------ Data for the task
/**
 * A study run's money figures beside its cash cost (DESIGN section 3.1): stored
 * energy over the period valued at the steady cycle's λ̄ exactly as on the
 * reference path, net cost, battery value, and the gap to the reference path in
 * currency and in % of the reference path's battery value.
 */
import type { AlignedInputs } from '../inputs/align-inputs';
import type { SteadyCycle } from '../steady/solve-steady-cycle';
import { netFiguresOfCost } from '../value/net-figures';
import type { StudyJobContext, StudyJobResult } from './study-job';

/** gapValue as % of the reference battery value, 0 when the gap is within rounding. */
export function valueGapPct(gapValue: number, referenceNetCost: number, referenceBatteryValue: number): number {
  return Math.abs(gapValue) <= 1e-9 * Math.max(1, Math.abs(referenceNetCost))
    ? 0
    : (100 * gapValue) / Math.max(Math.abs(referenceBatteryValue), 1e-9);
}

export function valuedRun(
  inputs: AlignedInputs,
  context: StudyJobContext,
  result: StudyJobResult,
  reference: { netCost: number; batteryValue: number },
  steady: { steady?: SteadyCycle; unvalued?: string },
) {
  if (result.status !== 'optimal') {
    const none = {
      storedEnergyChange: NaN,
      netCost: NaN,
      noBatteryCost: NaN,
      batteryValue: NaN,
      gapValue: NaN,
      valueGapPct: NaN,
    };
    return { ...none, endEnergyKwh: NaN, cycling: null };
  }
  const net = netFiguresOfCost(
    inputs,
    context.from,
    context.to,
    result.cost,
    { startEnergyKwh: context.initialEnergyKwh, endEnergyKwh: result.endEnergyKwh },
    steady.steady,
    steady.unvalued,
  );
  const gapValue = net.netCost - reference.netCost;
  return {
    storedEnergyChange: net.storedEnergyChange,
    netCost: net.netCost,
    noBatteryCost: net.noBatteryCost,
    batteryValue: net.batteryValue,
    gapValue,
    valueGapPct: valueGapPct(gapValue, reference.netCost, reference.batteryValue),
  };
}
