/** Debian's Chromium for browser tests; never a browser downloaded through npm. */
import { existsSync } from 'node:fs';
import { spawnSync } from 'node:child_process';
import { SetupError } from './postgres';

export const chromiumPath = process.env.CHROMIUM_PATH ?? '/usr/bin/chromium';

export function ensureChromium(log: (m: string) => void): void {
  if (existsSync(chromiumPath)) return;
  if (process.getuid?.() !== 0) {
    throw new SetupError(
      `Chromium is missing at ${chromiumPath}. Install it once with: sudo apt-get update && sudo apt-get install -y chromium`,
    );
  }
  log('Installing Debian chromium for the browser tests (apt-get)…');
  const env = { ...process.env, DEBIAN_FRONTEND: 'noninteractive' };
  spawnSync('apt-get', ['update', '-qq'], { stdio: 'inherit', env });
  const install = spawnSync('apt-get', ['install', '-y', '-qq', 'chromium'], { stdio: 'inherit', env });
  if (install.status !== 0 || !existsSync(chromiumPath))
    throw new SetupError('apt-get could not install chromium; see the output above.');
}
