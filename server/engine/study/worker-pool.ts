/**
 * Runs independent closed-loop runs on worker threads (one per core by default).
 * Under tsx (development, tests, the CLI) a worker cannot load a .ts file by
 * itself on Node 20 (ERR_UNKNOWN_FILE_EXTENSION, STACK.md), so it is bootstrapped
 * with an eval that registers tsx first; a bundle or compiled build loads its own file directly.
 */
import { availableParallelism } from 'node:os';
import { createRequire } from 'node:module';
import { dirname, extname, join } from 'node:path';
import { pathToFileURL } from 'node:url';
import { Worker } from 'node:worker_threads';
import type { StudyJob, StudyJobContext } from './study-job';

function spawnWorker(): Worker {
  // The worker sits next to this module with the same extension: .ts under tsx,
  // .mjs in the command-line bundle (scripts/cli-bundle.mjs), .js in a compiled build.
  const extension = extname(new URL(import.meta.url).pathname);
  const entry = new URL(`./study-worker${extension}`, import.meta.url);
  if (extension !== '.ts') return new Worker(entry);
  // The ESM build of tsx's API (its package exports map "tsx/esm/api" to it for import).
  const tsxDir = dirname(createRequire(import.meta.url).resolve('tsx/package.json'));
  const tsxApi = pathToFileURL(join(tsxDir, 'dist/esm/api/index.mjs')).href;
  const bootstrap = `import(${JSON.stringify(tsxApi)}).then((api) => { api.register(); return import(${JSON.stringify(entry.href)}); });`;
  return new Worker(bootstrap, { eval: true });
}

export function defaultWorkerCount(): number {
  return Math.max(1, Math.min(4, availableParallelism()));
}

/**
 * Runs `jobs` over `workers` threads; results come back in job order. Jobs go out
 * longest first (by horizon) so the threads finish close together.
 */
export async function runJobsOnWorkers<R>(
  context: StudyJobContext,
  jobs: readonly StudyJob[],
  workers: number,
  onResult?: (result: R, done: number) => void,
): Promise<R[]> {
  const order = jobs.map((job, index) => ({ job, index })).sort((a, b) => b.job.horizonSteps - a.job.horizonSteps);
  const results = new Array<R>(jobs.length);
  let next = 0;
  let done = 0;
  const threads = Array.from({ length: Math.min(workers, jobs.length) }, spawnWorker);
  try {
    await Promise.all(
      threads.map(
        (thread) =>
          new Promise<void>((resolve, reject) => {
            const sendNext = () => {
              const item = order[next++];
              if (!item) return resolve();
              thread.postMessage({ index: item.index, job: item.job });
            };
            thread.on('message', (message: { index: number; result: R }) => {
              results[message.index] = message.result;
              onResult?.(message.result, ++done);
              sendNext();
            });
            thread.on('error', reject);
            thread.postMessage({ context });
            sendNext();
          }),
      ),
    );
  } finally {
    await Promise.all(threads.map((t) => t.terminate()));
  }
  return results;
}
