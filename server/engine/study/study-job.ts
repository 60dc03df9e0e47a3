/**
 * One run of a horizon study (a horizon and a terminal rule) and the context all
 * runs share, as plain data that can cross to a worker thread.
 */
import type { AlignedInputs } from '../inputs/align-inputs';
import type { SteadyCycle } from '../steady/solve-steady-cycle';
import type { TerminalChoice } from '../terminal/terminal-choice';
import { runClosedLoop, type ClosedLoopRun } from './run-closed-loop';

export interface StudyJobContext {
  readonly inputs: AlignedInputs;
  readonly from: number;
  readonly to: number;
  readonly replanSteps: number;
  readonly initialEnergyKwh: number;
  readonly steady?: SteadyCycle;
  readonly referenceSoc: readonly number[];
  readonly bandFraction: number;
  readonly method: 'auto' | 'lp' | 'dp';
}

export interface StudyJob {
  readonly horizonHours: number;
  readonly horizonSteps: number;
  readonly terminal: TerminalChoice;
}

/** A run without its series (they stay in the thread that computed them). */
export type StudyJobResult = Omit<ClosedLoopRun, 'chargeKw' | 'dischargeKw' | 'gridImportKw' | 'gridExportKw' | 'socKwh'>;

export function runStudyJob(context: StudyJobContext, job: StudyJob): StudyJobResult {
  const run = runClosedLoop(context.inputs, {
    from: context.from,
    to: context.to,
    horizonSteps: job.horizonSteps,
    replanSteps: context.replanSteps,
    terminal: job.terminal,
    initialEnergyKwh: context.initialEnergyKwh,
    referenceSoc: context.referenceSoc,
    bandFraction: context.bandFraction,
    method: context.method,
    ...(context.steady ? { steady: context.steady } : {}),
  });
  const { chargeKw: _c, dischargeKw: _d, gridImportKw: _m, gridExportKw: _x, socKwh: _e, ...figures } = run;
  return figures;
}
------------
------ Data for the task
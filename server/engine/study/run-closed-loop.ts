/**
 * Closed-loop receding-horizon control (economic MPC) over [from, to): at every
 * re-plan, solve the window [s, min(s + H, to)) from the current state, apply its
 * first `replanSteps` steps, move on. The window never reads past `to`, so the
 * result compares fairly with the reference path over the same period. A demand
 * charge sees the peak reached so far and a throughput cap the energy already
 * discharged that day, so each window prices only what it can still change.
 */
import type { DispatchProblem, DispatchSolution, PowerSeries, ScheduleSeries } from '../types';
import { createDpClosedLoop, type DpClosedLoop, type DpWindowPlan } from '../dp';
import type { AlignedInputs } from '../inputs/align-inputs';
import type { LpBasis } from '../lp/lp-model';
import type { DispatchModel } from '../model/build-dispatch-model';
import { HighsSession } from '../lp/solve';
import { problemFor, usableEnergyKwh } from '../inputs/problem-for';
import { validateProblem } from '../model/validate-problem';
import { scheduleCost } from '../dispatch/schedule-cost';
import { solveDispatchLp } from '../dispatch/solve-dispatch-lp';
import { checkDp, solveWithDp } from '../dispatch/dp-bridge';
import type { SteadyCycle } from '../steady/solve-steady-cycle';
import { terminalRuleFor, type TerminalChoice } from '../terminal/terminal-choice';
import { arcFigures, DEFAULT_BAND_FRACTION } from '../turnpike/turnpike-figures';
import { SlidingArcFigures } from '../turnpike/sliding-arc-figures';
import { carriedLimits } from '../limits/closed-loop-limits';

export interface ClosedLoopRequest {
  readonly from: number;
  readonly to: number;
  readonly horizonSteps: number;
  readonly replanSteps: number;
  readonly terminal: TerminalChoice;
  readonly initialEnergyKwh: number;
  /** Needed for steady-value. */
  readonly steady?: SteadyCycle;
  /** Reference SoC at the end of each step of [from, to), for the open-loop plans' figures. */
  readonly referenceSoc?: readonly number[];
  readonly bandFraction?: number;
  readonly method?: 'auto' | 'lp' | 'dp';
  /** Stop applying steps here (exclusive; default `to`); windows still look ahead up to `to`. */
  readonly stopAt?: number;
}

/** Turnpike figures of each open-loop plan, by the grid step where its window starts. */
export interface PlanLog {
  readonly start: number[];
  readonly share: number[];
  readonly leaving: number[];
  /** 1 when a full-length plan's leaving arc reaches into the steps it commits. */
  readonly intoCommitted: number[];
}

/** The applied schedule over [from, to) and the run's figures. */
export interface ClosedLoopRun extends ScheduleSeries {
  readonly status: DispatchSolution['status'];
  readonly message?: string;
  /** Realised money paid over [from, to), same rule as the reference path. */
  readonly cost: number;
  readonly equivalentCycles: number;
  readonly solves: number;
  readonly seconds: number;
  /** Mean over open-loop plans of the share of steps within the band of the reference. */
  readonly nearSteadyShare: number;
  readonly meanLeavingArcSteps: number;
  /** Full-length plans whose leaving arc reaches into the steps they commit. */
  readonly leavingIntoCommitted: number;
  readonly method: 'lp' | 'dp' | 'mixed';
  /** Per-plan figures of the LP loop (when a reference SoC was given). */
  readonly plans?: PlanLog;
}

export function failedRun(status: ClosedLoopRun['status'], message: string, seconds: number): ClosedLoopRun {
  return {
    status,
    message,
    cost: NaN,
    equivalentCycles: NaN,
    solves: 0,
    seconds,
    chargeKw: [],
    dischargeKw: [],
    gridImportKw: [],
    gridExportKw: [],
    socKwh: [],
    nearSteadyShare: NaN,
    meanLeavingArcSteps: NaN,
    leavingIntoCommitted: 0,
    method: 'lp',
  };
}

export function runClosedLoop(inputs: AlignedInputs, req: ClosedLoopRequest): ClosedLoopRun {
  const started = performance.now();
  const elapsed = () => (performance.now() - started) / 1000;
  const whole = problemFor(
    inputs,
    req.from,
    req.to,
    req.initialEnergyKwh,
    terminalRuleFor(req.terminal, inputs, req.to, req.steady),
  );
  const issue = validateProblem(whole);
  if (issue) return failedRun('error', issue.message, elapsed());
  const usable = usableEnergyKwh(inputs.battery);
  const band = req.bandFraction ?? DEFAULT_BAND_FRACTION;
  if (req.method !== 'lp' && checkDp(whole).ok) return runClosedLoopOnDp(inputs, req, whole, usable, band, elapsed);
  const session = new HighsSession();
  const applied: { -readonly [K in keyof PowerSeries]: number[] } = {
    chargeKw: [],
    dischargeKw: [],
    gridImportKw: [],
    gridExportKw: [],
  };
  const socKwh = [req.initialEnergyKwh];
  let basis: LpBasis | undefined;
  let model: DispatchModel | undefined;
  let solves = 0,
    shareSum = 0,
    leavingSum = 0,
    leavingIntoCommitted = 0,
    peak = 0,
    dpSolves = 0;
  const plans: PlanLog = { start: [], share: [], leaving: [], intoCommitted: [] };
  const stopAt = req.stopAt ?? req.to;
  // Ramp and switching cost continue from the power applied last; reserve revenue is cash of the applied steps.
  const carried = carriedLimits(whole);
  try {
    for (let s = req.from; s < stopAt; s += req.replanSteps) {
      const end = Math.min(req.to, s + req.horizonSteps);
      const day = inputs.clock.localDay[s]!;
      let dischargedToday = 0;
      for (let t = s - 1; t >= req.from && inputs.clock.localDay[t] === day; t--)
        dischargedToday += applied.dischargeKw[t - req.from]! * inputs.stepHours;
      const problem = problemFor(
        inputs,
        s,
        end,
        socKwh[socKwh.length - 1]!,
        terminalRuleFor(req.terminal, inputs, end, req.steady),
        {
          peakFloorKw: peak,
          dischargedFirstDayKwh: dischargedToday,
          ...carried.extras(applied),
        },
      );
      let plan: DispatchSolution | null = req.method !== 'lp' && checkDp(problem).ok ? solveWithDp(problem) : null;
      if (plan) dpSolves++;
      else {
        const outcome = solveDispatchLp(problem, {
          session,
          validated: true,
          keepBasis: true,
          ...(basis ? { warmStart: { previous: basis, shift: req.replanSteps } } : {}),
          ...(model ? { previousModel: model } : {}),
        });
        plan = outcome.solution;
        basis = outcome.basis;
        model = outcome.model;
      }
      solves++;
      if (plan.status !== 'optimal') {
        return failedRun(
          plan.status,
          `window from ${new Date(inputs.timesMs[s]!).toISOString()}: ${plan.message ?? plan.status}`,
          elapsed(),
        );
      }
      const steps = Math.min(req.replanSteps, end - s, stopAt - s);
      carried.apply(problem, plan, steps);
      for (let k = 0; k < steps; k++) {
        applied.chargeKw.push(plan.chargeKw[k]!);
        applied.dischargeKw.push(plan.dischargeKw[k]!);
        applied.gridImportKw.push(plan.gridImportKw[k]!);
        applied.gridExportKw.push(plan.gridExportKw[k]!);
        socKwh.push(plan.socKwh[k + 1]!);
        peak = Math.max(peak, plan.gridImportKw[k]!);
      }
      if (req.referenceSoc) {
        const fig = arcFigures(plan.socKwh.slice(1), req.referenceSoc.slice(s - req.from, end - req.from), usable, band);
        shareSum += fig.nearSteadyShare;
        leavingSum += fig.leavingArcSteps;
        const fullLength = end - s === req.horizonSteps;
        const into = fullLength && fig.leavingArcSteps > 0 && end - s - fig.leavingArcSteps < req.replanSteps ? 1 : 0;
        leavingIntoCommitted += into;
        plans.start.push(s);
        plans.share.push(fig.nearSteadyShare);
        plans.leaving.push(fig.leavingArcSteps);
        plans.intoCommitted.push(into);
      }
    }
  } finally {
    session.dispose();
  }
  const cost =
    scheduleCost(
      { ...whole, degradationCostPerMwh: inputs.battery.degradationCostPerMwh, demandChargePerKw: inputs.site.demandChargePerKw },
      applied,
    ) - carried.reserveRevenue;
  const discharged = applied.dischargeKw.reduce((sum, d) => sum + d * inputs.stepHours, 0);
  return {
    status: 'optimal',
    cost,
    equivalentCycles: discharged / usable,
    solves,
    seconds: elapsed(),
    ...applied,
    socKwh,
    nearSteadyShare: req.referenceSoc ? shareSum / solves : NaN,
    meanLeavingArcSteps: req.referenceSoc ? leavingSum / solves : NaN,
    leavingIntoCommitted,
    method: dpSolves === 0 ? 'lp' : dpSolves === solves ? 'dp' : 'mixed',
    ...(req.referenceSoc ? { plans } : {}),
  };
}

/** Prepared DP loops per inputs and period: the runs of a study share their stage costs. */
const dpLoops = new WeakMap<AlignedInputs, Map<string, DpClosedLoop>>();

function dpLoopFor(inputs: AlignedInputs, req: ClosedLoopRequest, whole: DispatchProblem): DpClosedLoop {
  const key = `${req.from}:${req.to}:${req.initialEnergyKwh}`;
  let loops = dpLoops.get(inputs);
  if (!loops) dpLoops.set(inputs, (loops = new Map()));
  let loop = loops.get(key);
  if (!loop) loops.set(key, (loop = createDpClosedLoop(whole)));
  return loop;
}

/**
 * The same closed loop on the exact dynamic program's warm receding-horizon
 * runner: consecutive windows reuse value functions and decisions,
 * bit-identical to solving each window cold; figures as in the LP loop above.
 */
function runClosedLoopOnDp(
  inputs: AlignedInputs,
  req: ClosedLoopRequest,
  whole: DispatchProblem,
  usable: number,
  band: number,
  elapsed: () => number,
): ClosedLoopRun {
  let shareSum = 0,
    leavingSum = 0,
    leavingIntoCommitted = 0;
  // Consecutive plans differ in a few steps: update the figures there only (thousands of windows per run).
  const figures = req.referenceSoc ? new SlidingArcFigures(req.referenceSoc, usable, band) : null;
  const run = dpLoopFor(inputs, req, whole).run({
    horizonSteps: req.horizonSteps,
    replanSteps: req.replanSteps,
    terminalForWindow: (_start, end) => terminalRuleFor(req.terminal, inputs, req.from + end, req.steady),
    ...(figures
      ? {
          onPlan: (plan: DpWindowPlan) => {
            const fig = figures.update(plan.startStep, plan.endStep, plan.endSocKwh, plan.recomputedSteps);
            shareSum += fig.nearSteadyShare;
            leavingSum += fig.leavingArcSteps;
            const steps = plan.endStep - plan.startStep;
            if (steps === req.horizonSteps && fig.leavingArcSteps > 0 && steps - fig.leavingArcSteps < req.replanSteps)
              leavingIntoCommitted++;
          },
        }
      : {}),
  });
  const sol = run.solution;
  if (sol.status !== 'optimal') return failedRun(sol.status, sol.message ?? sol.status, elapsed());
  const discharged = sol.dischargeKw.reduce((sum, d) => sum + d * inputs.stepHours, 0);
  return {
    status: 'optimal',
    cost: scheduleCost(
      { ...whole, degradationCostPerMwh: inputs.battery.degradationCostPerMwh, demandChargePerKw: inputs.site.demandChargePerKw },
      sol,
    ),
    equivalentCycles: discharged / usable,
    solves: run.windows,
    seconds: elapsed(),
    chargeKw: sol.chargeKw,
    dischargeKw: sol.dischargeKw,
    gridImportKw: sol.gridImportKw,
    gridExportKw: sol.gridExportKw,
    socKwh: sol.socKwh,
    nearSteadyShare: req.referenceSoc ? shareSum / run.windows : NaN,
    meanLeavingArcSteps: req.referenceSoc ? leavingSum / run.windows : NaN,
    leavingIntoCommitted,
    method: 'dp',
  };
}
------------
▶ _Goal of the exercise_: Look through the listing above and copy each line with the word "ScheduleSeries" in it.

▶ _Exercise answer_:
import type { DispatchProblem, DispatchSolution, PowerSeries, ScheduleSeries } from '../types';
export interface ClosedLoopRun extends ScheduleSeries {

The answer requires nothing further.